DEWAXING, DEPIGMENTATION/SUGAR REMOVAL, AND SOLVENT RECOVERY
Membrane Nanofiltration Systems
Key Features
- Average permeation rate ranges between 30 (X-Spiral 2.5) and 400 (X-Spiral 8) gal/h (60-800 gal/h for solvent recovery)
- Capable of dewaxing or depigmenting between 2 (X-Spiral 2.5) and 30 (X-Spiral 8) kg of ethanol extract per hour
- Enables cold ethanol extraction at -20 °C with no decrease of product quality, increasing extraction throughput on your existing system
- Ultra-low energy dual-pump design enables incredibly efficient solvent recovery, with one-third the energy consumption of other Organic Solvent Nanofiltration (OSN) units
- Removes up to 95% of solvent after initial extraction
- Extremely flexible universal membrane housing allows use of any filter element – does not require the use of expensive proprietary membranes
- Pressures up to 1000 PSI and cross-flows between 10 (X-Spiral 2.5) and 100 (X-Spiral 8) GPM
- Low-cost of ownership: filters typically last 6-12 months ($400 to $1,400 each)

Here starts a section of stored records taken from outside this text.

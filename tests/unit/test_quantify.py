"""Quantification of mixtures: solver agreement, uncertainty budget, figures of merit, exclusions, flags.

Every check is against something outside absolve: scipy.optimize (nnls, lsq_linear), statsmodels
OLS, covariances written out with numpy, the GUM (JCGM 100:2008) formulas, the ICH Q2(R2) limits,
a textbook worked example, or simulated scans whose truth is known.
"""

from __future__ import annotations

import dataclasses

import numpy as np
import pytest
import statsmodels.api as sm
from hypothesis import given
from hypothesis import strategies as st
from scipy import optimize, stats

from absolve.calibration import calibrate
from absolve.errors import AbsolveError
from absolve.library import NoiseModel, ReferenceLibrary, library_from_absorptivities
from absolve.quantify import BASELINES, FLAG_TEXT, quantify
from absolve.simulate import Instrument, measure, random_absorptivities
from absolve.spectra import Spectra

GRID = np.arange(400.0, 601.0, 2.0)
# GUM 6.2.2: k = 2 gives about 95.45 % for a normal distribution; the t quantile for the same
# two-sided probability is t.ppf(0.5 + 0.9545 / 2, nu) (GUM G.3.4, table G.2).
TWO_SIDED_9545 = 0.5 + 0.9545 / 2


def _library(
    absorptivity: np.ndarray,
    grid: np.ndarray = GRID,
    *,
    noise: NoiseModel | None = None,
    limit: float | None = None,
    unit: str = "mg/L",
    names: tuple[str, ...] | None = None,
) -> ReferenceLibrary:
    names = names or tuple(f"dye-{k}" for k in range(absorptivity.shape[0]))
    library = library_from_absorptivities(grid, absorptivity, names, unit, linear_limit_absorbance=limit)
    return dataclasses.replace(library, noise=noise) if noise is not None else library


def _scans(values: np.ndarray, grid: np.ndarray = GRID, quantity: str = "absorbance") -> Spectra:
    values = np.atleast_2d(values)
    return Spectra(grid, values, [f"scan-{i:02d}" for i in range(values.shape[0])], quantity=quantity)  # type: ignore[arg-type]


def _baseline_design(grid: np.ndarray, baseline: str) -> np.ndarray:
    """Baseline columns written independently of absolve (any basis of the same span will do)."""
    if baseline == "none":
        return np.empty((grid.size, 0))
    if baseline == "offset":
        return np.ones((grid.size, 1))
    return np.column_stack([np.ones(grid.size), grid])


def _flags_explain_every_nan(result) -> None:  # type: ignore[no-untyped-def]
    for i in range(result.n_scans):
        for j in range(len(result.components)):
            if np.isnan(result.concentration[i, j]):
                assert result.flags[i][j], f"NaN without a flag for scan {i}, component {j}"
                assert all(flag in FLAG_TEXT for flag in result.flags[i][j])


# --- reference solvers ------------------------------------------------------------------------


@given(seed=st.integers(0, 2**31 - 1), n_components=st.integers(1, 4), baseline=st.sampled_from(BASELINES))
def test_concentrations_equal_scipy_reference_solvers(seed: int, n_components: int, baseline: str) -> None:
    # Reference: scipy.optimize.nnls (no baseline) and scipy.optimize.lsq_linear with method
    # "bvls", bounds [0, inf) on concentrations and a free baseline, on the same used points.
    rng = np.random.default_rng(seed)
    absorptivity = random_absorptivities(GRID, n_components, rng)
    present = rng.uniform(size=(5, n_components)) > 0.3
    truth = rng.uniform(0.0, 0.8, (5, n_components)) * present
    values = truth @ absorptivity + 0.003 + 0.01 * rng.standard_normal((5, GRID.size))
    result = quantify(_scans(values), _library(absorptivity), baseline=baseline)  # type: ignore[arg-type]
    design = np.column_stack([absorptivity.T, _baseline_design(GRID, baseline)])
    lower = np.where(np.arange(design.shape[1]) < n_components, 0.0, -np.inf)
    for i in range(5):
        used = result.used[i]
        if baseline == "none":
            reference = optimize.nnls(design[used], values[i, used])[0]
        else:
            reference = optimize.lsq_linear(design[used], values[i, used], bounds=(lower, np.inf), method="bvls", tol=1e-14).x
        scale = max(float(np.max(np.abs(reference[:n_components]))), 1e-12)
        np.testing.assert_allclose(result.concentration[i], reference[:n_components], rtol=1e-9, atol=1e-9 * scale)
    assert np.all(result.concentration >= 0)


def test_ill_conditioned_but_solvable_scan_still_matches_scipy_nnls() -> None:
    # Condition number 2.4e4, below the solver's limit: the round-off slack of the sign tests must
    # not let a clearly negative coefficient pass as zero (it once did, returning 3.97 for 0.50).
    rng = np.random.default_rng(0)
    base = random_absorptivities(GRID, 1, rng)[0]
    absorptivity = np.vstack([base, base * (1 + 1e-3 * (GRID - 500.0) / 100.0)])
    values = np.array([0.3, 0.2]) @ absorptivity + 0.001 * rng.standard_normal(GRID.size)
    result = quantify(_scans(values), _library(absorptivity), baseline="none")
    reference = optimize.nnls(absorptivity.T, values)[0]  # scipy reference
    np.testing.assert_allclose(result.concentration[0], reference, rtol=1e-6, atol=1e-6)


# --- spectral-noise uncertainty ---------------------------------------------------------------
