def _service_for(url: str) -> tuple[Any, dict[str, str]]:
    with warnings.catch_warnings():
        warnings.simplefilter("ignore")
        from fastapi.testclient import TestClient

    from audit.service import create_app
    from audit.service.db import open_database
    from audit.service.tokens import create_token

    from .service_cluster import inproc_scheduler

    client = TestClient(create_app(url, scheduler=inproc_scheduler()),
                        raise_server_exceptions=False)
    _, sessions = open_database(url)
    with sessions() as s:
        token, _ = create_token(s, holder="equality test", role="team")
    return client, {"Authorization": f"Bearer {token}", "content-type": "application/json"}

advantages of nanofiltration
In-line dewaxing ensures optimal product quality and purity throughout downstream processes, and eliminates the costly winterization process. Residue-rich crude can cause coking of distillation equipment, reducing efficiency of solvent recovery and molecular distillation. Sugar residues present in residue can cause clogging of gear pumps and check valves, leading to frequent cleaning and maintenance. By removing these contaminants prior to solvent recovery, maintenance of downstream equipment is greatly reduced, while enhancing product color, purity, and yield.
OSN: Low Energy, Low Temperature Solvent Recovery
Traditional solvent recovery methods require significant energy input in order to heat the miscella and then cool the vapors to condense the solvent. Over time, the electrical costs can add up, with large falling film evaporators requiring tens or hundreds of thousands of dollars a year in energy costs alone. Organic Solvent Nanofiltration (OSN) enables low-energy recovery of ethanol in a rapid, safe, and efficient manner, without exposing the product to excess heat.
OSN functions in a similar manner as reverse osmosis, specially designed filtration membranes have pores of a specific size. In solvent recovery applications, these pores are small enough that only ethanol can pass through; in dewaxing/depigmentation applications, the pores are large enough for solvent, terpenes, and cannabinoids to pass through. Pressure is used to overcome osmotic forces, enabling rapid concentration of the miscella.
Additionally, very little heat is generated in the process. Thus solvent recovery can be accomplished without decarboxylation of the target cannabinoids, enabling the large-scale production of quality shatters and crumbles from cold-ethanol extractors.